[Material shown — start]

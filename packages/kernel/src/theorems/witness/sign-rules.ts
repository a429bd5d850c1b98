import type { MinorPair, Witness } from '@stillroom/shared/cells';
import type { Rational } from '../../exact/index.ts';
import {
  add,
  divide,
  equals,
  isZero,
  multiply,
  negate,
  ONE,
  sign,
  toDouble,
  ZERO,
} from '../../exact/index.ts';
import type { Amounts, PlainNetwork } from './plain-network.ts';
import { changeOf, components, deficiencyOf, leadsTo, nonterminal } from './plain-network.ts';
import { exactOf, fluxVector, speciesVector } from './reading.ts';
import type { Evidence, Finding } from './evidence.ts';
import { Unconfirmed } from './evidence.ts';
import type { Signs, UnknownsBy } from './expansion.ts';
import { fluxEntries, jacobianEntries, rankOf, signsOfMinors } from './expansion.ts';
import type { Condition } from './programme.ts';
import { feasible, unit, vanishes } from './programme.ts';
import { extremeFluxes, leavesSpeciesUnchanged, liesInClass } from './vector-rules.ts';

/**
 * A "no" needs two products of opposite sign, or a pattern of signs, or that all vanish. A "yes" is confirmed by expanding
 * the determinant on the stoichiometric subspace, or by the shape of a network of single molecules.
 */
export function oneSign(evidence: Evidence): Finding {
  const { plain, holds, witness, verdict } = evidence;
  if (holds) {
    const complaint = examplesComplaint(evidence);
    return complaint ?? (compartmental(plain) ? null : expandedSign(plain, 'arrow'));
  }
  if (witness === undefined) {
    const signs = signsOf(plain, 'arrow');
    if (signs instanceof Unconfirmed) return signs;
    return signs.positive || signs.negative ? 'some product is not zero.' : null;
  }
  if (witness.kind === 'vector') return discordant(evidence, verdict) ?? possibleForMassAction(evidence);
  if (witness.kind !== 'minors') return 'the products are missing.';
  const signs = witness.pairs.map((pair) => checkedSign(plain, pair));
  const complaint = signs.find((value) => typeof value === 'string');
  if (typeof complaint === 'string') return complaint;
  return signs.includes(1) && signs.includes(-1) ? null : 'the products have one sign.';
}

function examplesComplaint({ plain, witness }: Evidence): string | null {
  if (witness === undefined) return null;
  if (witness.kind !== 'minors') return 'a pattern cannot show this.';
  const signs = witness.pairs.map((pair) => checkedSign(plain, pair));
  const complaint = signs.find((value) => typeof value === 'string');
  if (typeof complaint === 'string') return complaint;
  return signs.length > 0 && signs.every((value) => value === signs[0]) ? null : 'the signs differ.';
}

/** All coefficients of the determinant, with one unknown for each arrow or for each arrow and reactant, have one sign. */
function expandedSign(plain: PlainNetwork, by: UnknownsBy): Finding {
  const signs = signsOf(plain, by);
  if (signs instanceof Unconfirmed) return signs;
  if (!signs.positive && !signs.negative) return 'all products are zero.';
  return signs.positive && signs.negative ? 'the products have both signs.' : null;
}

function signsOf(plain: PlainNetwork, by: UnknownsBy): Signs | Unconfirmed {
  const entries = jacobianEntries(plain, by);
  const signs = entries && signsOfMinors(entries, rankOf(plain));
  return signs ?? new Unconfirmed('the determinant is too long to expand again.');
}

/** Single molecules only, and in every component one terminal class, which holds the zero complex where there is one. */
function compartmental(plain: PlainNetwork): boolean {
  const single = plain.complexes.every(
    (complex) =>
      complex.size === 0 || (complex.size === 1 && [...complex.values()].every((a) => equals(a, ONE))),
  );
  if (!single) return false;
  const outside = nonterminal(plain);
  return components(plain).every((group) => {
    const terminal = group.filter((complex) => !outside.has(complex));
    const zero = group.find((complex) => plain.complexes[complex]!.size === 0);
    return (
      terminal.every((complex) => leadsTo(plain, terminal[0]!, complex)) &&
      (zero === undefined || !outside.has(zero))
    );
  });
}

/** The coefficients of the determinant over the cone of fluxes all have the sign of (−1)^s. */
export function criticalSign({ plain, holds }: Evidence): Finding {
  if (!holds) return 'it is never said to fail.';
  const rays = extremeFluxes(plain)?.map(
    (ray) => new Map([...ray].map(([key, value]) => [key, toDouble(value)] as const)),
  );
  const entries = rays && fluxEntries(plain, rays.map(whole));
  const size = rankOf(plain);
  const signs = entries && signsOfMinors(entries, size);
  if (!signs) return new Unconfirmed('the determinant is too long to expand again.');
  const wrong = size % 2 === 0 ? signs.negative : signs.positive;
  const right = size % 2 === 0 ? signs.positive : signs.negative;
  return right && !wrong ? null : 'a coefficient has the other sign, or all are zero.';
}

/** A ray divided by its smallest entry, where that makes it whole; rays may have any length. */
function whole(ray: ReadonlyMap<string, number>): ReadonlyMap<string, number> {
  if ([...ray.values()].every(Number.isInteger)) return ray;
  const least = Math.min(...ray.values());
  const scaled = new Map([...ray].map(([key, value]) => [key, value / least] as const));
  if (![...scaled.values()].every(Number.isInteger)) throw new Error('a ray is not whole');
  return scaled;
}

function checkedSign(plain: PlainNetwork, pair: MinorPair): 1 | -1 | string {
  const size = plain.complexes.length - components(plain).length - deficiencyOf(plain, components(plain));
  if (pair.species.length !== size || pair.reactions.length !== size)
    return `a pair needs ${size} species and reactions.`;
  const reactions = pair.reactions.map((index) => plain.reactions[index]!);
  const n = determinant(
    pair.species.map((name) => reactions.map((reaction) => changeOf(plain, reaction).get(name) ?? ZERO)),
  );
  const b = determinant(
    reactions.map(({ from }) => pair.species.map((name) => plain.complexes[from]!.get(name) ?? ZERO)),
  );
  const fractions = plain.complexes.some((complex) =>
    [...complex.values()].some(({ denominator }) => denominator !== 1n),
  );
  if (!fractions && (!equals(n, exactOf(pair.stoichiometric)) || !equals(b, exactOf(pair.reactant)))) {
    return 'a determinant has another value.';
  }
  const product = sign(n) * sign(b);
  return product === 0 ? 'a product is zero.' : product > 0 ? 1 : -1;
}

function determinant(matrix: Rational[][]): Rational {
  let value = ONE;
  for (let k = 0; k < matrix.length; k++) {
    const chosen = matrix.findIndex((row, i) => i >= k && !isZero(row[k]!));
    if (chosen < 0) return ZERO;
    if (chosen !== k) {
      [matrix[chosen], matrix[k]] = [matrix[k]!, matrix[chosen]!];
      value = negate(value);
    }
    const pivotRow = matrix[k]!;
    value = multiply(value, pivotRow[k]!);
    for (let i = k + 1; i < matrix.length; i++) {
      const factor = negate(divide(matrix[i]![k]!, pivotRow[k]!));
      matrix[i] = matrix[i]!.map((entry, j) => add(entry, multiply(factor, pivotRow[j]!)));
    }
  }
  return value;
}

/** A "no" shows a change of the species and one of the rates with compatible signs; a "yes" is expanded again. */
export function concordant(evidence: Evidence): Finding {
  const { plain, holds } = evidence;
  if (!holds) return discordant(evidence, evidence.verdict);
  return compartmental(plain) ? null : expandedSign(plain, 'arrow and reactant');
}

/** Some change z with the signs of σ gives every rate the sign it has in the pattern: then mass action can have it. */
function possibleForMassAction({ plain, verdict }: Evidence): string | null {
  const { change, given } = patternOf(plain, verdict);
  const arrows = new Map(
    plain.reactions.map((reaction, index) => [`${reaction.from} ${reaction.to}`, index]),
  );
  const flux = (key: string): number =>
    plain.reactions.reduce(
      (value, { from, to }, index) =>
        `${from} ${to}` === key ? value + sign(given.get(index) ?? ZERO) : value,
      0,
    );
  const turned = (row: readonly Rational[], way: number): Rational[] =>
    row.map((v) => (way < 0 ? negate(v) : v));
  const conditions: Condition[] = plain.species.map((name, i) => {
    const way = sign(change.get(name) ?? ZERO);
    return { coefficients: turned(unit(plain.species.length, i, 1), way), strict: way !== 0 };
  });
  for (const [key, index] of arrows) {
    const complex = plain.complexes[plain.reactions[index]!.from]!;
    const way = flux(key);
    const row = plain.species.map((name) => complex.get(name) ?? ZERO);
    if (vanishes(row)) continue;
    conditions.push({ coefficients: turned(row, way), strict: way !== 0 });
  }
  return feasible(plain.species.length, conditions) ? null : 'mass action cannot give the rates these signs.';
}

/** Checks the pair of vectors that two hypotheses of the verdict carry between them. */
function discordant({ plain }: Evidence, verdict: Evidence['verdict']): string | null {
  const { change, given } = patternOf(plain, verdict);
  if (change.size === 0) return 'the change of the species is zero.';
  if (!liesInClass(plain, change)) return 'the change of the species leaves its class.';
  if (!leavesSpeciesUnchanged(plain, given)) return 'the change of the rates changes a species.';
  return compatible(plain, change, given);
}

function patternOf(
  plain: PlainNetwork,
  verdict: Evidence['verdict'],
): { readonly change: Amounts; readonly given: ReadonlyMap<number, Rational> } {
  const vectors = verdict.hypotheses.flatMap(({ witness }): Witness[] =>
    witness?.kind === 'vector' ? [witness] : [],
  );
  const change = speciesVector(
    vectors.find((vector) => vector.kind === 'vector' && vector.of === 'laws'),
    plain,
  );
  const given = fluxVector(
    vectors.find((vector) => vector.kind === 'vector' && vector.of === 'fluxes'),
    plain,
  );
  return { change, given };
}

function compatible(
  plain: PlainNetwork,
  change: Amounts,
  flux: ReadonlyMap<number, Rational>,
): string | null {
  const seen = new Set<string>();
  for (const [index, reaction] of plain.reactions.entries()) {
    const key = `${reaction.from} ${reaction.to}`;
    if (seen.has(key)) continue;
    seen.add(key);
    const signs = [...plain.complexes[reaction.from]!.keys()].map((name) => sign(change.get(name) ?? ZERO));
    const rate = sign(flux.get(index) ?? ZERO);
    const mixed = signs.includes(1) && signs.includes(-1);
    if (rate === 0 ? !mixed && signs.some((value) => value !== 0) : !signs.includes(rate)) {
      return `the signs do not fit at reaction ${index}.`;
    }
  }
  return null;
}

[Material shown — finish]

Where does the word "exactOf" occur in the records? Return every line that holds it.

import { exactOf, fluxVector, speciesVector } from './reading.ts';
  if (!fractions && (!equals(n, exactOf(pair.stoichiometric)) || !equals(b, exactOf(pair.reactant)))) {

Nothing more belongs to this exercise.